How to Troubleshoot Bromeliad Problems

Author: Celeste Booth32 Comments

Care and Culture, Diseases, Insects

Bromeliads are a stunning addition to any interior landscaping design. Most bromeliads do not require complicated care, but every now and then a problem may arise that needs some attention. In this post we will discuss a few warning signs to look for and how to resolve the problem.

1. The flower is turning brown, wilting and looks like it will die.

Spotted Bromeliad

Spots are okay, but it’s time to take action when leaves turn brown.

Unfortunately, the death of a bromeliad flower is inevitable. Most bromeliads, with the exclusion of a few species such as those in the genera Dyckia, flower only once.  The plant may live for months or years even after the flower dies, but eventually the plant will die too.

Bromeliads produce new growth from the middle of the plant. Once the inflorescence is formed, the plant can no longer grow. However, before the plants die they will produce offshoots called pups. The pups can be separated and replanted or left to grow in a clump. Bromeliads are often sold while flowering or shortly before flowering when the inflorescence is most colorful therefore the flower may begin to die after only a few months of ownership. Once the inflorescence becomes unsightly you can simply cut it off near the center of the plant with a sharp, sterilized blade.

2. The leaves at the base of the plant are turning brown or soggy.

Bromeliads can be prone to root rot. Many bromeliads are naturally epiphytic meaning they grow attached to a substrate above the ground. Roots often act as anchors rather than delivering water to the plant. Some epiphytes can be planted terrestrially, but they should be in a very well draining mix. Roots that perpetually sit in water will begin to rot causing damage to the entire plant.

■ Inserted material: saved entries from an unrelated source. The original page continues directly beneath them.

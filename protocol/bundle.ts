/**
 * The document inside a sealed bundle: everything the filter needs, and how far it may be trusted.
 * Sequence number and key epoch stand in the envelope (seal.ts), so that an old document can be sealed again under a
 * higher number with the same digest.
 */
import type { DrivenTensors, FeatureTensors } from './bundle-features.ts';
import type { SwitchedTensors } from './bundle-switched.ts';
import type { Aggregate, Limits } from './site.ts';
import type { Tensor } from './tensor.ts';

/** One signal or input as the filter sees it. Signals come first, in the site file's order, then inputs. */
export interface BundleChannel {
  readonly name: string;
  readonly role: 'signal' | 'input';
  readonly unit: string;
  readonly aggregate: Aggregate;
  /** Readings are offset + k × step for integer k; the filter sees nothing finer. */
  readonly lattice: { readonly step: number; readonly offset: number };
  /** Widest values folded in, in `unit`; beyond them a reading is clipped. */
  readonly clip: readonly [number, number];
  /** Standardising: z = (y - mean) / scale. */
  readonly mean: number;
  readonly scale: number;
  readonly limits: Limits;
  /** Robust standard deviation of the one-step forecast error, standardised; > 0. */
  readonly residualScale: number;
}

/** The tensors of the linear kind; sizes: nc channels, ny signals, F features a channel, d order, r basis, H horizon. */
export interface LinearTensors {
  /** Exponential means, decay per tick, in (0, 1). */
  readonly decays: readonly number[];
  /** Damped resonators as [re, im] of the complex decay per tick, modulus < 1; each gives two features. */
  readonly resonators: readonly (readonly [number, number])[];
  /** Ring lags in ticks, ascending, each >= 1. */
  readonly lags: readonly number[];
  /** One more feature a channel, the mean less the value, between resonators and lags; absent: none. */
  readonly level?: true | undefined;
  /** (nc × F) i8, scales all 1: feature k of channel c times 2^exponent. F = decays + 2 × resonators + level + lags. */
  readonly featureExponents: Tensor;
  /** (d × nc·F) i8: state x = W φ. */
  readonly bottleneck: Tensor;
  /** (ny·r × d) i8, row i·r + k: coefficient k of signal i is V x. */
  readonly readout: Tensor;
  /** (ny·r × (1 + nu)·F) i8, row i·r + k: adds to it from signal i's own features, then the inputs'; absent: nothing. */
  readonly own?: Tensor | undefined;
  /** (H × r) i16: forecast z(t+h) = z(t) + Σ_k B[h-1, k] coefficient k. */
  readonly horizonBasis: Tensor;
}

/** The tensors of the dense kind; sizes: nc channels, ny signals, d order, r basis, H horizon. */
export interface DenseTensors {
  /** Complex poles; they come first, each as two numbers of the state. */
  readonly pairs: number;
  /** (1 × d) f32: re, im of each pair, then the real poles; moduli below 1. */
  readonly poles: Tensor;
  /** (d × nc) i8: what a change of each channel adds to each number of the state. */
  readonly drive: Tensor;
  /** The read-out also sees the level of every channel, the mean less the value; absent: it does not. */
  readonly level?: true | undefined;
  /** (ny·r × d) i8, or d + nc with the level; row i·r + k: coefficient k of signal i from the state, then from the levels. */
  readonly readout: Tensor;
  /** (H × r) i8: forecast z(t+h) = z(t) + Σ_k B[h-1, k] coefficient k. */
  readonly horizonBasis: Tensor;
  /** Ring lags in ticks, ascending; absent or empty: none. */
  readonly lags?: readonly number[] | undefined;
  /** (ny·S × lags) i8, row i·S + h - 1: what each z_i(t-lag) - z_i(t) adds to signal i at step h = 1..S; absent without lags. */
  readonly lagged?: Tensor | undefined;
}

/** Mean over the period by phase, where long gaps fade to. */
export interface SeasonalTable {
  /** Ticks in the period; 0: no period, the overall mean. Phase of tick n is n mod period. */
  readonly periodTicks: number;
  /** (ny × bins) i8 with row scales, standardised; bin = floor(phase × bins / period). One bin when the period is 0. */
  readonly table: Tensor;
}

/** The judge's numbers on held-out time, for the signals in order. */
export interface JudgeTable {
  /** Steps the rows stand for. */
  readonly horizons: readonly number[];
  readonly rivals: readonly string[];
  /** (ny × horizons) f32: mean squared error, standardised. */
  readonly mse: Tensor;
  /** (ny·rivals × horizons) f32, row i·rivals + j: skill 1 - mse/mse of rival j. */
  readonly skill: Tensor;
  /** (ny × horizons) f32: share of readings inside the bounds. */
  readonly coverage: Tensor;
  /** One plain sentence a signal. */
  readonly verdicts: readonly string[];
  readonly hasSkill: boolean;
  /** Why a person sealed it without skill; null otherwise. */
  readonly override: string | null;
}

/**
 * What a plan of the inputs adds to a path made without one; sizes: np planned inputs, nb poles, r curves, S looks,
 * ny signals, d order, H horizon. Standardised.
 */
export interface ResponseTensors {
  /** (np) which inputs, counted from the first input, rising. */
  readonly inputs: readonly number[];
  /** (nb) poles of the filters that the surprise of a plan runs through. */
  readonly decays: readonly number[];
  /** (ny·np) ticks before an input shows in a signal, at i·np + k. */
  readonly delay: readonly number[];
  /** (ny × np·(nb + 2)) for each input: direct, poles in order, running sum over H. */
  readonly gain: Tensor;
  /** (S) steps of the path that expectations of inputs are read from, rising. */
  readonly looks: readonly number[];
  /** (np·r × (d + ny·S + F)) of the state, each signal's path less its value now, the input's own features, if the kind has a bank. */
  readonly readout: Tensor;
  /** (np·r × H): expected input(t+h) = input(t) + Σ_k basis[k, h-1] coefficient k. */
  readonly basis: Tensor;
  /** (np) mean size of plan less expectation over the learning part, had the plan been perfect. */
  readonly surprise: readonly number[];
}

/** The round: what a signal did W ticks ago, weighted, is taken away from it and given back to its path. */
export interface RoundPart {
  /** W, at least the horizon. */
  readonly ticks: number;
  /** (ny) 0 to 1; 0: the signal has no round. */
  readonly weight: readonly number[];
}

/** What the channels say of each other, so that a sensor that drifts is told of. Standardised. */
export interface AgreementTensors {
  /** (ny × nc): a signal is Σ weight × z + offset of the other channels; nothing of itself. */
  readonly weights: Tensor;
  /** (ny) */
  readonly offset: readonly number[];
  /** (ny) standard deviation of the difference. */
  readonly scale: readonly number[];
  /** (ny) of the cumulative sum of differences; 0: the signal is not watched. */
  readonly limit: readonly number[];
}

/** Kinds of model; each has sections of its own. */
export const BUNDLE_KINDS = ['linear', 'dense', 'featured', 'switched', 'driven'] as const;

/** One of them. */
export type BundleKind = (typeof BUNDLE_KINDS)[number];

/** Said probabilities at which `bounds.crossing` stands; straight lines between. */
export const CROSSING_KNOTS = [0, 0.02, 0.05, 0.1, 0.2, 0.3, 0.4, 0.5, 0.6, 0.7, 0.8, 0.9, 0.95, 0.98, 1] as const;

/** A model, how far it may be trusted, and where it came from. */
export interface Bundle {
  readonly format: number;
  readonly arithmetic: number;
  readonly kind: BundleKind;
  readonly site: string;
  readonly equipmentClass: string;
  /** schemaHash of the site file: signals, order, units, tick. 32 bytes. */
  readonly schema: Uint8Array;
  /** Time of the last reading it learned from, ms since 1970, unless the maker said otherwise. */
  readonly madeAtMs: number;
  readonly tickMs: number;
  readonly horizon: number;
  readonly channels: readonly BundleChannel[];
  /** Absent in kinds without a feature bank. */
  readonly linear?: LinearTensors | undefined;
  /** Of the dense kind alone. */
  readonly dense?: DenseTensors | undefined;
  /** Of the featured kind alone, beside `linear`. */
  readonly features?: FeatureTensors | undefined;
  /** Of the switched kind alone, beside `linear`. */
  readonly switched?: SwitchedTensors | undefined;
  /** Of the driven kind alone. */
  readonly driven?: DrivenTensors | undefined;
  /** Absent where no input is planned, where plans do not help, and in kinds that take plans themselves. */
  readonly response?: ResponseTensors | undefined;
  /** What a round ago is taken away before the kind sees a value; absent: nothing. */
  readonly round?: RoundPart | undefined;
  /** Absent where the channels say too little of each other. */
  readonly agreement?: AgreementTensors | undefined;
  readonly seasonal: SeasonalTable;
  readonly bounds: {
    readonly coverage: number;
    /** (ny × H) i16 with row scales, standardised half-widths. */
    readonly radius: Tensor;
    /** Step of the quantile tracker, as a share of the half-width. */
    readonly rate: number;
    /** The step for forecasts h ticks ahead is at most this over h + 5; absent in the first bundles, whose bounds are tracked otherwise. */
    readonly longRate?: number | undefined;
    /** How often a limit was crossed where CROSSING_KNOTS were said, rising; said probabilities are put right by it. Absent: as said. */
    readonly crossing?: readonly number[] | undefined;
    /** Share of the one-step error's spread that is new at every later step, when crossings are reckoned. Absent: 1. */
    readonly crossingFresh?: number | undefined;
    /**
     * As `crossing`, in whole hundredths, for one signal each and its limits from low to high, in tenths of its scale from
     * its mean; null: the signal has none of its own.
     */
    readonly crossingBySignal?:
      | readonly ({ readonly low: number; readonly high: number; readonly percent: readonly number[] } | null)[]
      | undefined;
  };
  /** Readings further than rejectSd × residualScale from their forecast are passed over, at most maxTicks in a row. */
  readonly guard: {
    readonly rejectSd: number;
    readonly maxTicks: number;
    /** A second reading as far off as the first is taken for a jump and folded in; absent: it is passed over too. */
    readonly confirmsJumps?: true | undefined;
    /** When readings come back, what stood in for the missed ones is moved towards them; absent: it stays. */
    readonly bridgesGaps?: true | undefined;
    /** (ny) a signal stands still from the reading on that ends a run of so many alike; 0: never. Absent: never. */
    readonly stuck?: readonly number[] | undefined;
    /** (ny) values, in `unit`, that a signal may repeat for ever; there with `stuck`. */
    readonly rests?: readonly (readonly number[])[] | undefined;
    /** Readings of a signal that stands still count as missing; absent: it is only told. */
    readonly stuckActs?: true | undefined;
  };
  readonly warmupTicks: number;
  /** Gates of trial and probation: largest accepted ratio of squared error to the serving bundle's, and ticks watched. */
  readonly gates: { readonly worseRatio: number; readonly trialTicks: number; readonly probationTicks: number };
  readonly provenance: {
    readonly historyDigest: Uint8Array;
    readonly surveyDigest: Uint8Array;
    readonly firstMs: number;
    readonly lastMs: number;
    readonly ticks: number;
    /** Digest of the bundle document it was refitted from; null for a first fit. */
    readonly previous: Uint8Array | null;
    readonly seed: number;
    /** JSON text of the options used. */
    readonly options: string;
    readonly versions: Readonly<Record<string, string>>;
  };
  readonly judge: JudgeTable;
  /**
   * Replayed before the bundle is trusted: `ticks` ticks of readings drawn from `seed` by the generator stated in
   * runtime/filter/probe.ts; `digest` is SHA-256 over all outputs as float64 little-endian; `last` the last path of signal 0.
   */
  readonly probe: {
    readonly seed: number;
    readonly ticks: number;
    readonly digest: Uint8Array;
    readonly last: readonly number[];
  };
}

Bromeliads can also succumb to heart rot. If the center of the bromeliad emits a slight rotting smell, appears brown and soggy, or the leaves fall off easily when touched it may be suffering from heart rot. If the rot isn’t too advanced, you may be able to  save the plant with a fungicide. If the bromeliad has produced healthy pups you may want to separate and repot the pups and dispose of the rotting mother plant.

Potting mixes formulated specifically for bromeliads can be purchased. If the problem is not too severe you may be able to get away with holding off on watering to make sure the potting medium dries completely in between waterings. Be sure to repot the bromeliad in new medium and consider using a faster draining potting mix and a pot with better drainage. Bromeliads like humidity, but if the location of your bromeliad is to wet and the soil remains constantly soggy, you may need to find a drier location with more air circulation for your bromeliad.

3. There is a salty build up on the leaves.

This is a problem that occurs in bromeliads with leaves that form a tank where water is stored. Mineral build up on the leaves comes from watering with tap water. As the tap water evaporates off the leaves and out of the central tank it leaves behind a mineral build up. This usually appears as a sort of white, chalky or salty substance.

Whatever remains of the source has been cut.